_Task inputs_
·····
using System;
using System.Collections.Generic;
using System.Linq;

namespace DerivGen.Tests.Randomized;

/// <summary>
/// Runs a random method's body with <see cref="Jet"/>s: the reference value (which must be bit-for-bit the compiled
/// method's, since every operation is the same IEEE operation or BCL call in the same order), gradient and Hessian.
/// It follows C#'s semantics for the constructs the random programs use: left-to-right evaluation, only the taken side
/// of <c>?:</c> and <c>if</c>, loops as written, the first return that is reached.
/// </summary>
internal sealed class Interpreter
{
    private readonly Dictionary<string, Jet> _doubles = new(StringComparer.Ordinal);
    private readonly Dictionary<string, int> _ints = new(StringComparer.Ordinal);
    private readonly Dictionary<string, bool> _bools = new(StringComparer.Ordinal);
    private readonly double[] _data;
    private readonly int _n;
    private readonly bool _dataIsVariable;
    private readonly int _dataOffset;
    private readonly Action<Expr, double[], double>? _observe;

    /// <param name="point">The case's inputs.</param>
    /// <param name="variables">The parameters differentiated with respect to, in order (n = their count).</param>
    /// <param name="observe">Called after every expression node with its operands' values and its own value.</param>
    /// <param name="dataIsVariable">Whether the data d is a vector of variables too (after the scalars: n = their count + d.Length).</param>
    public Interpreter(CasePoint point, IReadOnlyList<string> variables, Action<Expr, double[], double>? observe = null, bool dataIsVariable = false)
    {
        _dataIsVariable = dataIsVariable;
        _dataOffset = variables.Count;
        _n = variables.Count + (dataIsVariable ? point.Data.Length : 0);
        _data = point.Data;
        _observe = observe;
        for (int p = 0; p < CasePoint.DoubleNames.Length; p++)
        {
            string name = CasePoint.DoubleNames[p];
            int index = IndexOf(variables, name);
            _doubles[name] = index >= 0 ? Jet.Variable(point.Doubles[p], index, _n) : Jet.Constant(point.Doubles[p], _n);
        }

        _ints["k"] = point.K;
    }

    /// <summary>d[index]: a constant, or a variable when the data is a vector of variables.</summary>
    private Jet Element(int index) =>
        _dataIsVariable ? Jet.Variable(_data[index], _dataOffset + index, _n) : Jet.Constant(_data[index], _n);

    private static int IndexOf(IReadOnlyList<string> list, string name)
    {
        for (int i = 0; i < list.Count; i++)
        {
            if (list[i] == name)
            {
                return i;
            }
        }

        return -1;
    }

    /// <summary>Runs the body; the value returned (a method always returns).</summary>
    public Jet Run(Stmt[] body) => Execute(body) ?? throw new InvalidOperationException("The random method did not return.");

    private Jet? Execute(Stmt[] statements)
    {
        foreach (Stmt s in statements)
        {
            Jet? returned = Execute(s);
            if (returned is not null)
            {
                return returned;
            }
        }

        return null;
    }

    private Jet? Execute(Stmt s)
    {
        switch (s)
        {
            case DeclDouble d:
                _doubles[d.Name] = Eval(d.Value);
                return null;
            case Assign a:
                _doubles[a.Name] = Eval(a.Value);
                return null;
            case Step { IsInt: true } st:
                _ints[st.Name] += st.Increment ? 1 : -1;
                return null;
            case Step st:
            {
                Jet old = _doubles[st.Name];
                _doubles[st.Name] = old.WithValue(st.Increment ? old.Value + 1.0 : old.Value - 1.0); // c ± 1: derivatives unchanged
                return null;
            }

            case DeclInt i:
                _ints[i.Name] = Eval(i.Value);
                return null;
            case DeclBool b:
                _bools[b.Name] = Eval(b.Value);
                return null;
            case If f:
            {
                bool taken = Eval(f.Condition);
                return taken ? Execute(f.WhenTrue) : f.WhenFalse is null ? null : Execute(f.WhenFalse);
            }
            case Loop { Kind: LoopKind.ForEach } l:
                for (int e = 0; e < _data.Length; e++)
                {
                    _doubles[l.Index] = Element(e);
                    Jet? r = Execute(l.Body);
                    if (r is not null)
                    {
                        return r;
                    }
                }

                return null;
            case Loop l:
                for (_ints[l.Index] = Eval(l.Start); _ints[l.Index] < Eval(l.End); _ints[l.Index]++)
                {
                    Jet? r = Execute(l.Body);
                    if (r is not null)
                    {
                        return r;
                    }
                }

                return null;
            case Tuple2 t:
            {
                // Both values are computed before either local is assigned.
                Jet first = Eval(t.FirstValue), second = Eval(t.SecondValue);
                _doubles[t.First] = first;
                _doubles[t.Second] = second;
                return null;
            }

            case Return r:
                return r.Condition is null || Eval(r.Condition) ? Eval(r.Value) : null;
            default:
                throw new InvalidOperationException(s.GetType().Name);
        }
    }

    public Jet Eval(Expr e)
    {
        Jet result;
        double[] operands;
        switch (e)
        {
            case ParamRef p:
                result = _doubles[p.Name];
                operands = Array.Empty<double>();
                break;
            case LocalRef l:
                result = _doubles[l.Name];
                operands = Array.Empty<double>();
                break;
            case Lit l:
                result = Jet.Constant(l.Value, _n);
                operands = Array.Empty<double>();
                break;
            case DataRef d:
                result = Element(Eval(d.Index));
                operands = Array.Empty<double>();
                break;
            case IntAsDouble i:
                result = Jet.Constant(Eval(i.Value), _n);
                operands = Array.Empty<double>();
                break;
            case Neg n:
            {
                Jet a = Eval(n.Operand);
                result = -a;
                operands = new[] { a.Value };
                break;
            }

            case Bin b:
            {
                Jet l = Eval(b.Left), r = Eval(b.Right);
                result = b.Op switch
                {
                    '+' => l + r,
                    '-' => l - r,
                    '*' => l * r,
                    '/' => l / r,
                    _ => throw new InvalidOperationException(b.Op.ToString()),
                };
                operands = new[] { l.Value, r.Value };
                break;
            }

            case Call c:
            {
                Jet[] args = c.Args.Select(Eval).ToArray();
                double[] x = args.Select(a => a.Value).ToArray();
                FunctionSpec spec = c.Spec;
                double value;
                try
                {
                    value = spec.Value(c.Host, x);
                }
                catch (ArithmeticException) when (_observe is not null)
                {
                    value = double.NaN; // Math.Sign(NaN) throws; while a case is being repaired that is just one more unsafe node
                }

                result = Jet.Apply(value, args, i => spec.First(x, value, i), (i, j) => spec.Second(x, value, i, j), spec.Slack(x));
                operands = x;
                break;
            }

            case Conditional c:
            {
                bool taken = Eval(c.Condition);
                result = taken ? Eval(c.WhenTrue) : Eval(c.WhenFalse);
                operands = Array.Empty<double>();
                break;
            }
            default:
                throw new InvalidOperationException(e.GetType().Name);
        }

        _observe?.Invoke(e, operands, result.Value);
        return result;
    }

    private int Eval(IntExpr e) => e switch
    {
        IntLit l => l.Value,
        IntName n => _ints[n.Name],
        DataLength => _data.Length,
        IntAdd a => Eval(a.Left) + a.Right,
        _ => throw new InvalidOperationException(e.GetType().Name),
    };

    private bool Eval(Cond c) => c switch
    {
        DoubleCompare d => Compare(d.Op, Eval(d.Left).Value, Eval(d.Right).Value),
        IntCompare i => Compare(i.Op, Eval(i.Left), Eval(i.Right)),
        BoolName b => _bools[b.Name],
        Not n => !Eval(n.Operand),
        Logical { IsAnd: true } l => Eval(l.Left) && Eval(l.Right),
        Logical l => Eval(l.Left) || Eval(l.Right),
        _ => throw new InvalidOperationException(c.GetType().Name),
    };

    private static bool Compare(string op, double a, double b) => op switch
    {
        "<" => a < b,
        "<=" => a <= b,
        ">" => a > b,
        ">=" => a >= b,
        "==" => a == b,
        "!=" => a != b,
        _ => throw new InvalidOperationException(op),
    };
}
·····
_Work request_
Say how many lines of the data hold the word "Element", and leave out everything but the number.

_Solution_
3